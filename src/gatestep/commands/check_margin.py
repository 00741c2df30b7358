"""How much conductance a cell's loop carries, set beside what its model opens."""

from __future__ import annotations

import math
from collections.abc import Callable, Iterable
from typing import TYPE_CHECKING

from ..choosing import KEPT, Choice, choose
from ..hostfacts import Finding, Verdict

if TYPE_CHECKING:
    from ..specs import CellSpec, LoopSpec
    from ..tables import Tables

SHORTEST_TICK_US = 5.0
"""The shortest ``loop.interval_us`` that a rig file may have."""
TICKS_US = (200.0, 100.0, 50.0, 40.0, 30.0, 25.0, 20.0, 15.0, 10.0, SHORTEST_TICK_US)
UNCERTAINTIES = (0.5, 0.3, 0.2, 0.15, 0.1, 0.05, 0.02)
RESIDUES = (0.75, 0.5, 0.25, 0.1, 0.05)
"""Shares of the stated residue that are tried."""

MATTERS = (
    "The margin is the conductance at which the loop itself rings, C and R as far off as "
    "stated, over the most that the model opens in voltage steps."
)


def margin_finding(cell: CellSpec, tables: Tables, loop: LoopSpec, choice: Choice) -> Finding:
    """A cell's conductances, limits, margins and settings, and what to do."""
    said = [_opened(choice)]
    if choice.margin is None:
        said.append(f"how much the loop carries is not known: {choice.reason}")
    else:
        said += [_carried(cell, choice), _settings(choice)]
    verdict = _verdict(choice)
    return Finding(
        f"cell {cell.name}",
        verdict,
        "\n".join(said),
        MATTERS,
        None if verdict == "ok" else _remedy(cell, tables, loop, choice),
        {**choice.plain_data(), "foretold": None},
    )


def _verdict(choice: Choice) -> Verdict:
    if choice.margin is None:
        return "weak"
    return "ok" if choice.margin >= KEPT else "weak" if choice.margin >= 1.0 else "missing"


def _opened(choice: Choice) -> str:
    return (
        f"the model opens up to {choice.operating_ns:.4g} nS in voltage steps; the sum of its "
        f"gmax is {choice.largest_ns:.4g} nS"
    )


def _carried(cell: CellSpec, choice: Choice) -> str:
    unsure = f"{cell.capacitance_uncertainty:.0%}, residue {cell.electrode.residue_mohm:g} MΩ"
    return (
        f"C {cell.capacitance_pf:g} pF within {unsure}: the plain loop carries "
        f"{_shown(choice.plain_limit_ns, choice.plain_margin)}, the anticipating one "
        f"{_shown(choice.anticipating_limit_ns, choice.anticipating_margin)}"
    )


def _shown(limit_ns: float | None, margin: float | None) -> str:
    if limit_ns is None or margin is None or limit_ns == math.inf:
        return "any conductance"
    shown = f"{margin:.2f}" if margin < 10.0 else f"{margin:.0f}"
    return f"{limit_ns:.4g} nS" + ("" if margin == math.inf else f" (margin {shown})")


def _settings(choice: Choice) -> str:
    state = "on" if choice.on else "off"
    return (
        f"anticipation {state}, {choice.substeps} sub-steps, alpha {choice.alpha:g}, "
        f"beta {choice.beta:.3g} (delay {1000.0 * choice.delay_ms:.4g} µs)"
    )


def _remedy(cell: CellSpec, tables: Tables, loop: LoopSpec, choice: Choice) -> str:
    """What brings the margin to where it is kept, each by itself."""
    if choice.margin is None:
        return f"measure the cell's capacitance: [[cell]] {cell.name}, capacitance_pf"
    ways = list(_ways(cell, tables, loop, choice))
    factor = choice.margin / KEPT
    return "; or ".join([*ways, f"smaller gmax_ns in the model, {factor:.2g} times what they are"])


def _ways(cell: CellSpec, tables: Tables, loop: LoopSpec, choice: Choice) -> Iterable[str]:
    """Changes of the rig file that would do."""
    if not choice.on and choice.anticipating_margin and choice.anticipating_margin >= KEPT:
        yield 'take the delay out: loop.anticipate = "auto"'
        return

    def holds(cell: CellSpec = cell, loop: LoopSpec = loop) -> bool:
        return (choose(cell, tables, loop).margin or 0.0) >= KEPT

    def with_tick(tick_us: float) -> bool:
        return holds(loop=loop.model_copy(update={"interval_us": tick_us}))

    def with_uncertainty(fraction: float) -> bool:
        return holds(cell.model_copy(update={"capacitance_uncertainty": fraction}))

    def with_residue(share: float) -> bool:
        left = cell.electrode.model_copy(
            update={"residue_mohm": share * cell.electrode.residue_mohm}
        )
        return holds(cell.model_copy(update={"electrode": left}))

    tick_us = _largest(TICKS_US, loop.interval_us, with_tick)
    if tick_us is not None:
        yield f"loop.interval_us = {tick_us:g}, and the rig's clock with it"
    fraction = _largest(UNCERTAINTIES, cell.capacitance_uncertainty, with_uncertainty)
    if fraction is not None:
        yield (
            f"know the capacitance within {fraction:.0%}: [[cell]] {cell.name}, "
            f"capacitance_uncertainty = {fraction:g}"
        )
    share = _largest(RESIDUES, 1.0, with_residue)
    if share is not None:
        left = share * cell.electrode.residue_mohm
        yield f"leave no more than {left:.2g} MΩ: [cell.electrode] residue_mohm = {left:.2g}"


def _largest(
    values: tuple[float, ...], below: float, holds: Callable[[float], bool]
) -> float | None:
    """The largest value below a bound that will do; the smallest is tried first."""
    smaller = [value for value in values if value < below]
    if not smaller or not holds(smaller[-1]):
        return None
    return next(value for value in smaller if holds(value))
-=-=-
■ EXERCISE PROMPT
Make sure every record is repeated exactly.

■ TASK RESULT
filename src/gatestep/commands/check_margin.py
repository 00741c2df30b7358
"""How much conductance a cell's loop carries, set beside what its model opens."""

from __future__ import annotations

import math
from collections.abc import Callable, Iterable
from typing import TYPE_CHECKING

from ..choosing import KEPT, Choice, choose
from ..hostfacts import Finding, Verdict

if TYPE_CHECKING:
    from ..specs import CellSpec, LoopSpec
    from ..tables import Tables

SHORTEST_TICK_US = 5.0
"""The shortest ``loop.interval_us`` that a rig file may have."""
TICKS_US = (200.0, 100.0, 50.0, 40.0, 30.0, 25.0, 20.0, 15.0, 10.0, SHORTEST_TICK_US)
UNCERTAINTIES = (0.5, 0.3, 0.2, 0.15, 0.1, 0.05, 0.02)
RESIDUES = (0.75, 0.5, 0.25, 0.1, 0.05)
"""Shares of the stated residue that are tried."""

MATTERS = (
    "The margin is the conductance at which the loop itself rings, C and R as far off as "
    "stated, over the most that the model opens in voltage steps."
)


def margin_finding(cell: CellSpec, tables: Tables, loop: LoopSpec, choice: Choice) -> Finding:
    """A cell's conductances, limits, margins and settings, and what to do."""
    said = [_opened(choice)]
    if choice.margin is None:
        said.append(f"how much the loop carries is not known: {choice.reason}")
    else:
        said += [_carried(cell, choice), _settings(choice)]
    verdict = _verdict(choice)
    return Finding(
        f"cell {cell.name}",
        verdict,
        "\n".join(said),
        MATTERS,
        None if verdict == "ok" else _remedy(cell, tables, loop, choice),
        {**choice.plain_data(), "foretold": None},
    )


def _verdict(choice: Choice) -> Verdict:
    if choice.margin is None:
        return "weak"
    return "ok" if choice.margin >= KEPT else "weak" if choice.margin >= 1.0 else "missing"


def _opened(choice: Choice) -> str:
    return (
        f"the model opens up to {choice.operating_ns:.4g} nS in voltage steps; the sum of its "
        f"gmax is {choice.largest_ns:.4g} nS"
    )


def _carried(cell: CellSpec, choice: Choice) -> str:
    unsure = f"{cell.capacitance_uncertainty:.0%}, residue {cell.electrode.residue_mohm:g} MΩ"
    return (
        f"C {cell.capacitance_pf:g} pF within {unsure}: the plain loop carries "
        f"{_shown(choice.plain_limit_ns, choice.plain_margin)}, the anticipating one "
        f"{_shown(choice.anticipating_limit_ns, choice.anticipating_margin)}"
    )


def _shown(limit_ns: float | None, margin: float | None) -> str:
    if limit_ns is None or margin is None or limit_ns == math.inf:
        return "any conductance"
    shown = f"{margin:.2f}" if margin < 10.0 else f"{margin:.0f}"
    return f"{limit_ns:.4g} nS" + ("" if margin == math.inf else f" (margin {shown})")


def _settings(choice: Choice) -> str:
    state = "on" if choice.on else "off"
    return (
        f"anticipation {state}, {choice.substeps} sub-steps, alpha {choice.alpha:g}, "
        f"beta {choice.beta:.3g} (delay {1000.0 * choice.delay_ms:.4g} µs)"
    )


def _remedy(cell: CellSpec, tables: Tables, loop: LoopSpec, choice: Choice) -> str:
    """What brings the margin to where it is kept, each by itself."""
    if choice.margin is None:
        return f"measure the cell's capacitance: [[cell]] {cell.name}, capacitance_pf"
    ways = list(_ways(cell, tables, loop, choice))
    factor = choice.margin / KEPT
    return "; or ".join([*ways, f"smaller gmax_ns in the model, {factor:.2g} times what they are"])


def _ways(cell: CellSpec, tables: Tables, loop: LoopSpec, choice: Choice) -> Iterable[str]:
    """Changes of the rig file that would do."""
    if not choice.on and choice.anticipating_margin and choice.anticipating_margin >= KEPT:
        yield 'take the delay out: loop.anticipate = "auto"'
        return

    def holds(cell: CellSpec = cell, loop: LoopSpec = loop) -> bool:
        return (choose(cell, tables, loop).margin or 0.0) >= KEPT

    def with_tick(tick_us: float) -> bool:
        return holds(loop=loop.model_copy(update={"interval_us": tick_us}))

    def with_uncertainty(fraction: float) -> bool:
        return holds(cell.model_copy(update={"capacitance_uncertainty": fraction}))

    def with_residue(share: float) -> bool:
        left = cell.electrode.model_copy(
            update={"residue_mohm": share * cell.electrode.residue_mohm}
        )
        return holds(cell.model_copy(update={"electrode": left}))

    tick_us = _largest(TICKS_US, loop.interval_us, with_tick)
    if tick_us is not None:
        yield f"loop.interval_us = {tick_us:g}, and the rig's clock with it"
    fraction = _largest(UNCERTAINTIES, cell.capacitance_uncertainty, with_uncertainty)
    if fraction is not None:
        yield (
            f"know the capacitance within {fraction:.0%}: [[cell]] {cell.name}, "
            f"capacitance_uncertainty = {fraction:g}"
        )
    share = _largest(RESIDUES, 1.0, with_residue)
    if share is not None:
        left = share * cell.electrode.residue_mohm
        yield f"leave no more than {left:.2g} MΩ: [cell.electrode] residue_mohm = {left:.2g}"


def _largest(
    values: tuple[float, ...], below: float, holds: Callable[[float], bool]
) -> float | None:
    """The largest value below a bound that will do; the smallest is tried first."""
    smaller = [value for value in values if value < below]
    if not smaller or not holds(smaller[-1]):
        return None
    return next(value for value in smaller if holds(value))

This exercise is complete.